Locate the word "accepted" in the data below, then copy every line that holds it.

** Opening Data to use block **

"""JSON text is read strictly: what programs would read differently is refused, with its place."""

from __future__ import annotations

import math
import struct

import pytest
from hypothesis import given
from hypothesis import strategies as st

from service.documents import limits
from service.documents.errors import NotJson, TooLarge
from service.documents.strict_json import parse


def places(raw: bytes) -> list[str]:
    with pytest.raises(NotJson) as caught:
        parse(raw)
    return [problem.pointer for problem in caught.value.errors]


def bits(number: object) -> bytes:
    assert isinstance(number, (int, float))
    return struct.pack(">d", number)


def test_plain_objects_come_back_as_they_were_written() -> None:
    assert parse(b'{"a": [1, 2.5, "x", null, true], "b": {}}') == {"a": [1, 2.5, "x", None, True], "b": {}}


@pytest.mark.parametrize("word", [b"NaN", b"Infinity", b"-Infinity"])
def test_a_word_for_no_number_is_refused_where_it_stands(word: bytes) -> None:
    assert places(b'{"a": [1, ' + word + b"]}") == ["/a/1"]


@pytest.mark.parametrize("number", [b"1e999", b"-1e999", b"1.8e308", b"9" * 310])
def test_a_number_past_float64_is_refused_where_it_stands(number: bytes) -> None:
    assert places(b'{"a": {"b": ' + number + b"}}") == ["/a/b"]


def test_the_largest_float64_is_read() -> None:
    assert parse(b"1.7976931348623157e308") == 1.7976931348623157e308


@pytest.mark.parametrize("zero", [b"-0.0", b"-0", b"-0e5", b"-1e-400"])
def test_minus_zero_is_read_as_zero(zero: bytes) -> None:
    number = parse(zero)
    assert bits(number) == bits(0.0)


def test_a_subnormal_number_keeps_its_bits() -> None:
    assert bits(parse(b"5e-324")) == bits(5e-324)


def test_an_integer_past_the_exact_ones_is_the_nearest_float64() -> None:
    assert parse(b"9007199254740993") == 9007199254740992.0


def test_repeated_keys_are_refused_where_they_stand() -> None:
    assert places(b'{"a": {"b": 1, "c": 2, "b": 3}}') == ["/a/b"]


def test_a_repeated_key_is_found_though_one_writes_it_escaped() -> None:
    assert places(b'{"a": 1, "\\u0061": 2}') == ["/a"]


def test_all_places_are_named_in_one_refusal() -> None:
    assert places(b'{"a": NaN, "b": 1e999, "c": 1, "c": 2}') == ["/a", "/b", "/c"]


def test_a_pointer_escapes_slash_and_tilde() -> None:
    assert places(b'{"a/b~c": NaN}') == ["/a~1b~0c"]


@pytest.mark.parametrize("depth", [limits.DEPTH_MAX + 1, 900])
def test_too_deep_a_document_is_refused_at_the_first_level_too_many(depth: int) -> None:
    assert places(b"[" * depth + b"]" * depth) == ["/0" * limits.DEPTH_MAX]


def test_depth_past_the_readers_own_stack_is_refused() -> None:
    assert places(b"[" * 100_000 + b"]" * 100_000) == []


def test_the_deepest_allowed_document_is_read() -> None:
    assert parse(b"[" * limits.DEPTH_MAX + b"]" * limits.DEPTH_MAX)


def test_an_object_with_too_many_keys_is_refused() -> None:
    keys = b",".join(b'"k%d": 1' % number for number in range(limits.KEYS_MAX + 1))
    assert places(b'{"a": {' + keys + b"}}") == ["/a"]


def test_an_array_with_too_many_items_is_refused() -> None:
    items = b",".join([b"1"] * (limits.ITEMS_MAX + 1))
    assert places(b'{"a": [' + items + b"]}") == ["/a"]


def test_too_many_values_in_all_are_refused() -> None:
    row = b"[" + b",".join([b"1"] * 9000) + b"]"
    assert len(places(b"[" + b",".join([row] * 6) + b"]")) == 1


def test_a_number_of_too_many_characters_is_refused() -> None:
    assert places(b'{"a": 0.' + b"1" * limits.NUMBER_CHARACTERS_MAX + b"}") == ["/a"]


def test_a_body_of_too_many_bytes_is_refused_before_it_is_read() -> None:
    with pytest.raises(TooLarge):
        parse(b"[" * (limits.BODY_BYTES_MAX + 1))


@pytest.mark.parametrize(
    "raw", [b"", b"   ", b"{", b'{"a": }', b"{'a': 1}", b'{"a": 1,}', b"1 2", b"tru", b"+1", b"01", b".5"]
)
def test_what_is_not_json_is_refused(raw: bytes) -> None:
    with pytest.raises(NotJson, match="not JSON at line 1"):
        parse(raw)


@pytest.mark.parametrize("raw", [b"\xff", b'"\xc3"', b'"\xed\xa0\x80"', b"\xfe\xff\x00{\x00}"])
def test_what_is_not_utf8_is_refused(raw: bytes) -> None:
    with pytest.raises(NotJson, match="not UTF-8"):
        parse(raw)


def test_a_byte_order_mark_is_refused() -> None:
    with pytest.raises(NotJson, match="byte order mark"):
        parse(b"\xef\xbb\xbf{}")


@pytest.mark.parametrize("text", [b'"\\ud800"', b'"\\udc00x"', b'"a\\u0000"'])
def test_a_text_that_cannot_be_kept_is_refused_where_it_stands(text: bytes) -> None:
    assert places(b'{"a": [' + text + b"]}") == ["/a/0"]


def test_a_surrogate_pair_is_one_character() -> None:
    assert parse(b'"\\ud83d\\ude00"') == "\U0001f600"


@given(st.floats(allow_nan=False, allow_infinity=False))
def test_any_float64_but_minus_zero_keeps_its_bits(number: float) -> None:
    expected = 0.0 if number == 0 else number
    assert bits(parse(repr(number).encode())) == bits(expected)


@given(st.binary(max_size=200))
def test_no_bytes_whatever_raise_anything_but_a_refusal(raw: bytes) -> None:
    try:
        plain = parse(raw)
    except NotJson:
        return
    assert not isinstance(plain, float) or math.isfinite(plain)
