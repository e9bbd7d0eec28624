"""Loops that no plant has: each is answered or refused by name, in bounded work, never with inf or nan."""

from __future__ import annotations

import json
from typing import Any

import numpy as np
import pytest

from service.documents.canonical import canonical_bytes
from service.documents.errors import InvalidDocument
from service.documents.reading import read
from service.documents.recomputations import RecomputationRequest, answer
from service.documents.writing import plain, to_bytes
from tests.documents.worst_requests import WORST, WorstRequest

PI = {
    "form": "ideal",
    "action": "reverse",
    "proportional": {"value": 1.0, "unit": "gain"},
    "integral": {"value": 10.0, "unit": "seconds"},
}
LAG = {"kind": "first_order", "gain": 1.0, "time_constant_s": 10.0, "dead_time_s": 1.0}
RESONANCE = {"kind": "second_order", "gain": 1.0, "natural_frequency_rad_s": 1.0, "damping_ratio": 1e-9}
BOX = {"uncertainty": {"gain": [0.8, 1.2], "dead_time": [0.5, 2.0]}}
POINTS = {"kind": "frequency_response", "frequencies_rad_s": [0.1, 1.0, 10.0], "unstable_poles": 0}


def scanned(interval_s: float, output_delay_s: float = 0.0, method: str = "backward_difference") -> Any:
    scan = {"interval_s": interval_s, "output_delay_s": output_delay_s, "method": method}
    return PI | {"scan": scan}


def numbers_of_every_size() -> list[list[float]]:
    """A matrix on which LAPACK does not end once a mode is split off: what is left of it has overflown."""
    drawn = np.random.default_rng(9)
    matrix = 10.0 ** drawn.uniform(-4, 4, (6, 6)) * drawn.choice([-1.0, 1.0], (6, 6))
    at_an_end = drawn.random((6, 6)) < 0.08
    return np.where(at_an_end, drawn.choice([0.0, 1e300, 1.7e308], (6, 6)), matrix).tolist()


HOSTILE: dict[str, tuple[Any, Any]] = {
    "a scan for ever": (LAG, scanned(1.7e308)),
    "a scan for ever, trapezoidal": (LAG, scanned(1.7e308, method="trapezoidal")),
    "a scan in no time": (LAG, scanned(1e-20)),
    "a controller whose gain is the least number there is, and a box": (
        {"kind": "first_order", "gain": -1e-3, "time_constant_s": 12.0, "dead_time_s": 0.03, **BOX},
        {**PI, "proportional": {"value": 5e-324, "unit": "gain"}},
    ),
    "a plant of nearly no gain behind a controller of all there is": (
        {"kind": "first_order", "gain": 5e-324, "time_constant_s": 0.1, "dead_time_s": 1.2, **BOX},
        {**PI, "proportional": {"value": 1.7e308, "unit": "gain"}},
    ),
    "a loop that only 1e22 scans of delay would lose": (
        {"kind": "first_order", "gain": 267.2, "time_constant_s": 0.00438},
        {
            **scanned(1.3765),
            "proportional": {"value": 1e-20, "unit": "gain"},
            "integral": {"value": 0.0162, "unit": "seconds"},
        },
    ),
    "more hidden roots than eigenvalues that are numbers": (
        {
            "kind": "state_space",
            "a": [[798.0, 0.0, -545.0], [4.07, -1e300, 0.1], [1e-300, 0.0047, 1e-300]],
            "b": [-109.0, -0.05, 0.0],
            "c": [-551.0, 50.3, -186.0],
            "d": 0.1157,
            "dead_time_s": 0.7925,
            **BOX,
        },
        {
            **PI,
            "integral": {"value": 1e300, "unit": "seconds"},
            "scan": {"interval_s": 3.5855, "output_delay_s": 0.0029},
        },
    ),
    "a pair of zeros that rounding makes one": (
        {
            "kind": "state_space",
            "a": [[1e20, -0.029528934435297357], [1.3597820229114452, 1e20]],
            "b": [-6.577712356781084, 0.04249147270959437],
            "c": [0.004469234085351975, 6.228455928834663],
            "d": 114.55613965272322,
        },
        scanned(885.0),
    ),
    "a gain of all there is alone": (
        {"kind": "transfer_function", "numerator": [80.5], "denominator": [31.4]},
        {"form": "ideal", "action": "reverse", "proportional": {"value": 1.7e308, "unit": "gain"}},
    ),
    "a root beyond float64": (
        {"kind": "transfer_function", "numerator": [-1e300], "denominator": [71.5]},
        {
            "form": "ideal",
            "action": "direct",
            "proportional": {"value": 0.0075, "unit": "gain"},
            "integral": {"value": 0.046, "unit": "seconds"},
            "measurement_filter_s": 1e-20,
        },
    ),
    "an integral time of which float64 has no reciprocal": (
        LAG,
        {
            "form": "parallel",
            "action": "reverse",
            "integral": {"value": 1.4248440330120615e308, "unit": "minutes"},
        },
    ),
    "a delay of more scans than there are whole numbers in float64": (
        {"kind": "integrating", "gain_per_s": 0.5, "dead_time_s": 3.0},
        {
            "form": "two_zeros",
            "action": "direct",
            "gain": 0.2,
            "zeros_rad_s": [[-75.0, 0.06], [-75.0, -0.06]],
            "derivative_filter": {"value": 0.003, "unit": "seconds"},
            "scan": {"interval_s": 158.0, "output_delay_s": 1e300},
        },
    ),
    "a delay of very many scans": (LAG, scanned(1.0, 1e300)),
    "a scan for longer than its plant can be told": (
        {"kind": "integrating", "gain_per_s": 0.4, "lag_s": 0.0, "dead_time_s": 0.043},
        {
            "form": "two_zeros",
            "action": "reverse",
            "gain": 4.8,
            "zeros_rad_s": [-2.136, -0.00997],
            "derivative_filter": {"value": 1e-300, "unit": "seconds"},
            "scan": {"interval_s": 1e20, "output_delay_s": 6105.0},
        },
    ),
    "a crossover that no division of a scan is near": (
        {
            "kind": "transfer_function",
            "numerator": [0.03232409304563535],
            "denominator": [1.0, 1.3292289550487362, 76.22945326542556, 101.3263965079381],
            "dead_time_s": 1e-300,
        },
        {
            "form": "series",
            "action": "reverse",
            "proportional": {"value": 13.593726160500143, "unit": "gain"},
            "scan": {"interval_s": 1.883195810847447, "method": "trapezoidal"},
        },
    ),
    "a scan very long against an oscillation that hardly dies": (RESONANCE, scanned(1e12)),
    "a gain at the end of float64, scanned": (LAG | {"gain": 1.7e308}, scanned(1.0)),
    "a gain near nothing, scanned": (LAG | {"gain": 5e-324}, scanned(1.0)),
    "an integral of next to no action at a scan": (
        LAG,
        scanned(1.0) | {"integral": {"value": 1e17, "unit": "seconds"}},
    ),
    "a dead time with no phase in float64": (LAG | {"dead_time_s": 1e300}, PI),
    "a dead time without a phase under integral action twice": (
        {"kind": "integrating", "gain_per_s": -2.0, "lag_s": 0.0, "dead_time_s": 1.7e308},
        {
            "form": "parallel",
            "action": "direct",
            "proportional": {"value": 20.0, "unit": "gain"},
            "integral": {"value": 5.0, "unit": "seconds"},
        },
    ),
    "a gain of 10^20 under long dead time": (LAG | {"gain": 1e20, "dead_time_s": 500.0}, PI),
    "a response at the end of float64": (
        POINTS | {"response": [[1.7e308, 0.0], [1.0, -1.0], [0.1, -1.0]]},
        PI,
    ),
    "a response of nothing": (POINTS | {"response": [[0.0, 0.0], [0.0, 0.0], [0.0, 0.0]]}, PI),
    "a state space at the end of float64": (
        {
            "kind": "state_space",
            "a": [[1.0, 0.0], [0.0, 1.7e308]],
            "b": [1.0, 1e20],
            "c": [5e-324, -1.0],
            "d": 6.0,
        },
        PI | {"derivative": {"value": 446.0, "unit": "seconds"}},
    ),
    "a controller whose gain at high frequency is 0 in float64": (
        LAG,
        {
            "form": "two_zeros",
            "action": "direct",
            "gain": 1e-300,
            "zeros_rad_s": [[-3.0, 34.0], [-3.0, -34.0]],
            "derivative_filter": {"value": 1.7e308, "unit": "seconds"},
        },
    ),
    "a state space that overflows once its pole at the origin is split off": (
        {
            "kind": "state_space",
            "a": numbers_of_every_size(),
            "b": [1.0] * 6,
            "c": [1.0] * 6,
        },
        PI,
    ),
    "points so near that their differences overflow": (
        POINTS
        | {
            "frequencies_rad_s": [1e-320, 2e-320, 1.0],
            "response": [[1e9, 0.0], [-1e9, -1.0], [0.1, -1.0]],
        },
        PI,
    ),
    "a range of a plant that is a mere gain": (
        {
            "kind": "transfer_function",
            "numerator": [-3.0],
            "denominator": [1.0],
            "uncertainty": {"gain": [0.8, 1.2]},
        },
        {"form": "ideal", "action": "direct", "proportional": {"value": 1e-20, "unit": "gain"}},
    ),
}


@pytest.mark.parametrize("name", HOSTILE)
def test_it_is_answered_or_refused_by_name(name: str) -> None:
    plant, controller = HOSTILE[name]
    document = {"plant_model": plant, "controller": controller, "include": ["curves"]}
    found, places = None, ()
    try:
        found = answer(read(RecomputationRequest, document))
    except InvalidDocument as refused:
        places = tuple(refused.errors)
    if found is None:
        assert places
    else:
        assert json.loads(to_bytes(found))["verdict"] == found.verdict
        # what is answered can be kept too: the canonical form has no whole number above 2^53
        assert canonical_bytes(plain(found))


@pytest.mark.parametrize("worst", WORST, ids=lambda worst: worst.name)
def test_the_worst_requests_found_end_in_their_verdict_with_its_reason(worst: WorstRequest) -> None:
    found = answer(read(RecomputationRequest, json.dumps(worst.document).encode()))
    assert found.verdict == worst.verdict
    assert set(found.continuous.notes) == set(worst.notes)
    assert (None if found.sampled is None else found.sampled.notes) == worst.notes_at_scans
    if worst.verdict == "undecided":
        reasons = {
            analysis.stability.reason
            for analysis in (found.continuous, found.sampled)
            if analysis is not None
        }
        assert worst.reason in reasons
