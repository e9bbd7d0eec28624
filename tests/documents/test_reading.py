"""Plain objects become dataclasses, or every wrong place is named in one refusal."""

from __future__ import annotations

from dataclasses import fields, is_dataclass
from typing import Any

import pytest

from service.analysis.controller import ParallelController, SeriesController, TwoZerosController
from service.documents.errors import FieldProblem, NotJson
from tests.documents.requests import ABSENT, REQUEST, accepted, changed, refusals, refused_at

PLANTS: list[dict[str, Any]] = [
    {"kind": "first_order", "gain": -2.0, "time_constant_s": -3.0},
    {"kind": "second_order", "gain": 1.0, "time_constants_s": [3.0, 4.0], "lead_time_constant_s": -2.0},
    {"kind": "second_order", "gain": 1.0, "natural_frequency_rad_s": 2.0, "damping_ratio": 0.2},
    {"kind": "integrating", "gain_per_s": 0.1, "lag_s": 2.0},
    {"kind": "transfer_function", "numerator": [1.0], "denominator": [2.0, 3.0, 1.0]},
    {
        "kind": "zeros_poles_gain",
        "zeros_rad_s": [],
        "poles_rad_s": [-1.0, [-1.0, 2.0], [-1.0, -2.0]],
        "gain": 3.0,
    },
    {"kind": "state_space", "a": [[0.0, 1.0], [-2.0, -3.0]], "b": [0.0, 1.0], "c": [1.0, 0.0]},
    {
        "kind": "frequency_response",
        "frequencies_rad_s": [0.1, 1.0],
        "response": [[1.0, 0.0], [0.5, -0.5]],
        "unstable_poles": 0,
    },
]

NUMBERS = [
    "/plant_model/gain",
    "/plant_model/time_constant_s",
    "/plant_model/dead_time_s",
    "/controller/proportional/value",
    "/controller/integral/value",
    "/controller/derivative/value",
    "/controller/derivative_filter/value",
    "/controller/measurement_filter_s",
    "/controller/setpoint_weight/proportional",
]


def holds(document: Any, given: Any) -> bool:
    """Whether a dataclass holds every number and text of the plain object that it was read from."""
    if is_dataclass(document):
        names = {field.name for field in fields(document)}
        return all(name in names and holds(getattr(document, name), value) for name, value in given.items())
    if isinstance(document, tuple):
        return len(document) == len(given) and all(map(holds, document, given))
    return bool(document == given)


@pytest.mark.parametrize("plant", PLANTS, ids=lambda plant: plant["kind"])
def test_every_kind_of_plant_is_read_with_its_numbers(plant: dict[str, Any]) -> None:
    assert holds(accepted(changed("/plant_model", plant)).plant_model, plant)


def test_a_request_is_read_with_its_numbers() -> None:
    assert holds(accepted(REQUEST), REQUEST)


@pytest.mark.parametrize("wrong", [True, "1", None, [], {}, [1.0]])
@pytest.mark.parametrize("pointer", NUMBERS)
def test_what_stands_in_a_numbers_place_is_refused_there(pointer: str, wrong: object) -> None:
    assert refused_at(changed(pointer, wrong)) == [pointer]


@pytest.mark.parametrize("pointer", NUMBERS)
def test_a_whole_number_is_a_number(pointer: str) -> None:
    assert accepted(changed(pointer, 3))


@pytest.mark.parametrize(
    "pointer",
    ["/x", "/plant_model/x", "/controller/x", "/controller/integral/x", "/controller/setpoint_weight/x"],
)
def test_an_unknown_field_is_refused_where_it_stands(pointer: str) -> None:
    assert refusals(changed(pointer, 1)) == (FieldProblem(pointer, "there is no such field here"),)


@pytest.mark.parametrize(
    "pointer",
    ["/plant_model", "/controller", "/plant_model/gain", "/controller/action", "/controller/integral/unit"],
)
def test_a_missing_field_is_refused_where_it_should_stand(pointer: str) -> None:
    assert refusals(changed(pointer, ABSENT)) == (FieldProblem(pointer, "this field is missing"),)


@pytest.mark.parametrize("pointer", ["/plant_model/kind", "/controller/form"])
@pytest.mark.parametrize("wrong", ["other", 3, None, ["ideal"], ABSENT])
def test_a_kind_that_is_none_is_refused_at_the_field_that_says_it(pointer: str, wrong: object) -> None:
    assert refused_at(changed(pointer, wrong)) == [pointer]


@pytest.mark.parametrize("wrong", [None, [], 3, "x"])
@pytest.mark.parametrize("pointer", ["/plant_model", "/controller"])
def test_what_stands_in_an_objects_place_is_refused_there(pointer: str, wrong: object) -> None:
    assert refused_at(changed(pointer, wrong)) == [pointer]


@pytest.mark.parametrize("body", [b"3", b"[]", b"null", b'"x"'])
def test_a_body_that_is_no_object_is_refused_as_a_whole(body: bytes) -> None:
    assert refused_at(body) == [""]


def test_what_is_not_json_is_not_called_a_wrong_field() -> None:
    assert refused_at(b'{"controller": NaN}', NotJson) == ["/controller"]


def test_all_wrong_places_stand_in_one_refusal() -> None:
    document = changed("/plant_model/gain", "x")
    document["controller"]["integral"]["value"] = -1
    document["controller"]["scan"] = {"interval_s": 0}
    document["settling_band_percent"] = 99
    assert refused_at(document) == [
        "/controller/integral/value",
        "/controller/scan/interval_s",
        "/plant_model/gain",
        "/settling_band_percent",
    ]


def test_what_two_fields_say_together_is_refused_at_one_of_them() -> None:
    assert refused_at(changed("/controller/derivative", None)) == ["/controller/derivative_filter"]


def test_alternatives_are_told_in_one_sentence() -> None:
    (problem,) = refusals(changed("/controller/measurement_filter_s", "about 2"))
    assert problem.detail == "a number is wanted or one of these is wanted: 'unknown'"


def test_what_was_sent_is_not_repeated_in_the_refusal() -> None:
    (problem,) = refusals(changed("/controller/action", "<script>"))
    assert "script" not in problem.detail


@pytest.mark.parametrize(
    ("form", "terms", "kind"),
    [
        ("series", {"proportional": {"value": 1, "unit": "gain"}}, SeriesController),
        ("parallel", {"integral": {"value": 1, "unit": "seconds"}}, ParallelController),
        ("two_zeros", {"gain": 1, "zeros_rad_s": [-1]}, TwoZerosController),
    ],
)
def test_the_form_says_what_a_controller_is(form: str, terms: dict[str, Any], kind: type) -> None:
    controller = {"form": form, "action": "direct", **terms}
    assert isinstance(accepted(changed("/controller", controller)).controller, kind)


@pytest.mark.parametrize("setting", ["derivative_filter", "measurement_filter_s", "setpoint_weight", "scan"])
def test_a_setting_may_be_unknown(setting: str) -> None:
    assert getattr(accepted(changed(f"/controller/{setting}", "unknown")).controller, setting) == "unknown"


@pytest.mark.parametrize("band", [0.1, 2, 5.0, 20])
def test_a_settling_band_is_within_its_limits(band: float) -> None:
    assert accepted(changed("/settling_band_percent", band)).settling_band_percent == band


@pytest.mark.parametrize("band", [0, 0.0999, 20.1, -2, "2"])
def test_a_settling_band_past_its_limits_is_refused(band: object) -> None:
    assert refused_at(changed("/settling_band_percent", band)) == ["/settling_band_percent"]


def test_a_part_that_is_not_there_cannot_be_asked_for() -> None:
    assert refused_at(changed("/include", ["curves", "poem"])) == ["/include/1"]


def test_a_limit_may_be_nothing_and_not_less() -> None:
    for limit in (0.0, 0.5):
        assert accepted(REQUEST | {"criteria": {"overshoot_percent_max": limit}})
    refused = refused_at(REQUEST | {"criteria": {"overshoot_percent_max": -0.5}})
    assert "/criteria/overshoot_percent_max" in refused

** Closing Data to use block **

§ **Response**
from tests.documents.requests import ABSENT, REQUEST, accepted, changed, refusals, refused_at
    assert holds(accepted(changed("/plant_model", plant)).plant_model, plant)
    assert holds(accepted(REQUEST), REQUEST)
    assert accepted(changed(pointer, 3))
    assert isinstance(accepted(changed("/controller", controller)).controller, kind)
    assert getattr(accepted(changed(f"/controller/{setting}", "unknown")).controller, setting) == "unknown"
    assert accepted(changed("/settling_band_percent", band)).settling_band_percent == band
        assert accepted(REQUEST | {"criteria": {"overshoot_percent_max": limit}})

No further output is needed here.